►
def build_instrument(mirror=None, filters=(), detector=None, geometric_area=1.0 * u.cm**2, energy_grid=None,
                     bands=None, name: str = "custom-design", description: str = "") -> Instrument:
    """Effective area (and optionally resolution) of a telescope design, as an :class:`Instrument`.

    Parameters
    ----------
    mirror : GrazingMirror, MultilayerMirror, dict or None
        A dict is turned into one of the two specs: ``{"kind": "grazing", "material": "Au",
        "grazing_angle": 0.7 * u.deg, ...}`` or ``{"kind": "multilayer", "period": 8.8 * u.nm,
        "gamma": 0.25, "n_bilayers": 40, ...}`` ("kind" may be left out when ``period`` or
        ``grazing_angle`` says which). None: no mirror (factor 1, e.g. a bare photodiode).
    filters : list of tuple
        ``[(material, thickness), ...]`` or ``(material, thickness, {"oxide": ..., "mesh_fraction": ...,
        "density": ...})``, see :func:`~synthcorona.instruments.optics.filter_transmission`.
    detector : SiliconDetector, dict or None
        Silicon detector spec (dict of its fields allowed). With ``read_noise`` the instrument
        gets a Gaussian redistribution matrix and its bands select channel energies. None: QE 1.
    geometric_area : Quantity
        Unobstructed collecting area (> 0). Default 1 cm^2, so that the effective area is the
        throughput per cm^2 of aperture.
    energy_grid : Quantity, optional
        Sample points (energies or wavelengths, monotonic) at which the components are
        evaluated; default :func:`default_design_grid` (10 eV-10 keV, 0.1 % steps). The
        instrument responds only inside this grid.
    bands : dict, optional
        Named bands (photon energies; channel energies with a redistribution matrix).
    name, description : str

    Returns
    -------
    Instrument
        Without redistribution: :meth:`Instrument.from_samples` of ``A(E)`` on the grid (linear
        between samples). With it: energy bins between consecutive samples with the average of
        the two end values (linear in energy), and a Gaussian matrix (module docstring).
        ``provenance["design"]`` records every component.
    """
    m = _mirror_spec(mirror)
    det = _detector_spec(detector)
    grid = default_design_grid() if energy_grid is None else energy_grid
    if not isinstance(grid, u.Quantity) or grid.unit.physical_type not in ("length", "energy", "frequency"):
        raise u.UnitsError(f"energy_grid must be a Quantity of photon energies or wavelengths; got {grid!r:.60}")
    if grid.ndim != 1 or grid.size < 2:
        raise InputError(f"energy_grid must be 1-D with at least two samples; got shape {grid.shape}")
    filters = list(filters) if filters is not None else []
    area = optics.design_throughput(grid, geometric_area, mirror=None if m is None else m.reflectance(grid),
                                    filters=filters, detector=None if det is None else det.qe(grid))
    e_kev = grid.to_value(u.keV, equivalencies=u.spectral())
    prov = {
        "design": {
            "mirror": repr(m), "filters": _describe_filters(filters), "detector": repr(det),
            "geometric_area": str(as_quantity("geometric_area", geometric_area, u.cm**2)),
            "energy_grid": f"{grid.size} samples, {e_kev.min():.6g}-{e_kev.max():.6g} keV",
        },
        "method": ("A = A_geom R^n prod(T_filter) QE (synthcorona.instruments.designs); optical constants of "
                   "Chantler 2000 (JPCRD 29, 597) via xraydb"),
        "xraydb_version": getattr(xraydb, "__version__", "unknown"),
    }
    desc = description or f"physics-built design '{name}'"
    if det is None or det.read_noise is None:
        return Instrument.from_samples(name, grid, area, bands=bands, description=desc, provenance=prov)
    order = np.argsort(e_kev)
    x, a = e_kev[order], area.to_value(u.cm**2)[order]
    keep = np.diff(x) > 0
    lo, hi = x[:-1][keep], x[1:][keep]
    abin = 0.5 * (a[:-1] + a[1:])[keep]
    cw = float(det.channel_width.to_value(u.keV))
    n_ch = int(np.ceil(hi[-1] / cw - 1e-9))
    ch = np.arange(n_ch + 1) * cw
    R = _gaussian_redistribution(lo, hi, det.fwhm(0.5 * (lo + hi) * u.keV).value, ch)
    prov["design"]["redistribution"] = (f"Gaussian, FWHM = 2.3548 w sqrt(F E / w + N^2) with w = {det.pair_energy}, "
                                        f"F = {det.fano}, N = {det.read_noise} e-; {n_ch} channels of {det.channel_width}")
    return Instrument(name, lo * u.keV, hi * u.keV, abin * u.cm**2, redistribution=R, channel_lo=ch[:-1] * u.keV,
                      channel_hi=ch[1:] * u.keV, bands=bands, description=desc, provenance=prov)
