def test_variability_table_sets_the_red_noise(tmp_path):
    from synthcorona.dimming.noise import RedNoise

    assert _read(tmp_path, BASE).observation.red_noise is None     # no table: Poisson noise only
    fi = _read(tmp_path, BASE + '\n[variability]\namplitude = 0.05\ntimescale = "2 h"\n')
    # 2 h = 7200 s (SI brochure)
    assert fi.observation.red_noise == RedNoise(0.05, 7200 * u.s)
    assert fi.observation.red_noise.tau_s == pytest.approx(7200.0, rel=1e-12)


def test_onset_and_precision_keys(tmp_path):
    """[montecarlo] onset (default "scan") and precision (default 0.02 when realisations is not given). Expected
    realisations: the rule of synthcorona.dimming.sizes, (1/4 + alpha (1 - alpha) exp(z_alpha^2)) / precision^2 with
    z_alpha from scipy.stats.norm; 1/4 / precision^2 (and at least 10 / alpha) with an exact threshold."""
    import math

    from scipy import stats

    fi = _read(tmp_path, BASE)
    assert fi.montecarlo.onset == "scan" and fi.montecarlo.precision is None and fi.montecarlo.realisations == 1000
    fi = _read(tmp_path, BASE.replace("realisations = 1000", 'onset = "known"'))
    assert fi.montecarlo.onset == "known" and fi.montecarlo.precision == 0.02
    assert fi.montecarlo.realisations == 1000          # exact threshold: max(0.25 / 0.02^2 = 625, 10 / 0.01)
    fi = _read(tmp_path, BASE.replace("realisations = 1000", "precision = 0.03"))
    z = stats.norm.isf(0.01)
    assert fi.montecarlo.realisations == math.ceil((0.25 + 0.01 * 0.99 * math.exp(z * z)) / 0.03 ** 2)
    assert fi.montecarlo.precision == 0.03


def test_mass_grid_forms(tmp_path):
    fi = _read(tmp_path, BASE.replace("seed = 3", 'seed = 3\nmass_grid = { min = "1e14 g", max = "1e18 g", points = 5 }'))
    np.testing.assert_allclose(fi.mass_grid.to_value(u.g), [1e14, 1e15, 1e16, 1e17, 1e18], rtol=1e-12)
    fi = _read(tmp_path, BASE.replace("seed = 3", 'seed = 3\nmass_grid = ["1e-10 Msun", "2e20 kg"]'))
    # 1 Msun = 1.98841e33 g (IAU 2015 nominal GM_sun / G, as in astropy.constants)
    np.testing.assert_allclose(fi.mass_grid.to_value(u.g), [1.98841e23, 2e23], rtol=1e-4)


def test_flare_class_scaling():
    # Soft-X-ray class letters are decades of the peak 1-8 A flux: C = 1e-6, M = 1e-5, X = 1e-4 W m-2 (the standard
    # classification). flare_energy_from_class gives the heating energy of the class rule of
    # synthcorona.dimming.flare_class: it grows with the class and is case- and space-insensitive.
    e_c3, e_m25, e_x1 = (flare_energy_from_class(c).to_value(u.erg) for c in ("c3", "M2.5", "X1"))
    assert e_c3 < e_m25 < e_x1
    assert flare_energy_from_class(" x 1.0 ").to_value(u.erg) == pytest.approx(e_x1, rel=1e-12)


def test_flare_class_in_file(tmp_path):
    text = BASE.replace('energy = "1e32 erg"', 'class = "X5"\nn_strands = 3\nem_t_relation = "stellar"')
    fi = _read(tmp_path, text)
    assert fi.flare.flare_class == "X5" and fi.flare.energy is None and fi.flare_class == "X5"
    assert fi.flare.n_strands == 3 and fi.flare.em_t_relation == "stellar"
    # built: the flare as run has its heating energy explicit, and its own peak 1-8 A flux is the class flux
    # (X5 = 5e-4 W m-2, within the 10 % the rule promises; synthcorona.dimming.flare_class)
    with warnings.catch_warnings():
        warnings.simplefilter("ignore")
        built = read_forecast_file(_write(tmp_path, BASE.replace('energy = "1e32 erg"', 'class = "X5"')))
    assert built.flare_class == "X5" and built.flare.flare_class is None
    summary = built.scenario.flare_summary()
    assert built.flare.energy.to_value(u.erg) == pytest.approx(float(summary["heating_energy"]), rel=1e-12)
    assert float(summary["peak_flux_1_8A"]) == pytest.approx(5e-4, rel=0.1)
◄
Problem description:
Set down exactly the lines that begin the records and continue through the line bearing "may be left"; include both ends.

Result for this task:
def build_instrument(mirror=None, filters=(), detector=None, geometric_area=1.0 * u.cm**2, energy_grid=None,
                     bands=None, name: str = "custom-design", description: str = "") -> Instrument:
    """Effective area (and optionally resolution) of a telescope design, as an :class:`Instrument`.

    Parameters
    ----------
    mirror : GrazingMirror, MultilayerMirror, dict or None
        A dict is turned into one of the two specs: ``{"kind": "grazing", "material": "Au",
        "grazing_angle": 0.7 * u.deg, ...}`` or ``{"kind": "multilayer", "period": 8.8 * u.nm,
        "gamma": 0.25, "n_bilayers": 40, ...}`` ("kind" may be left out when ``period`` or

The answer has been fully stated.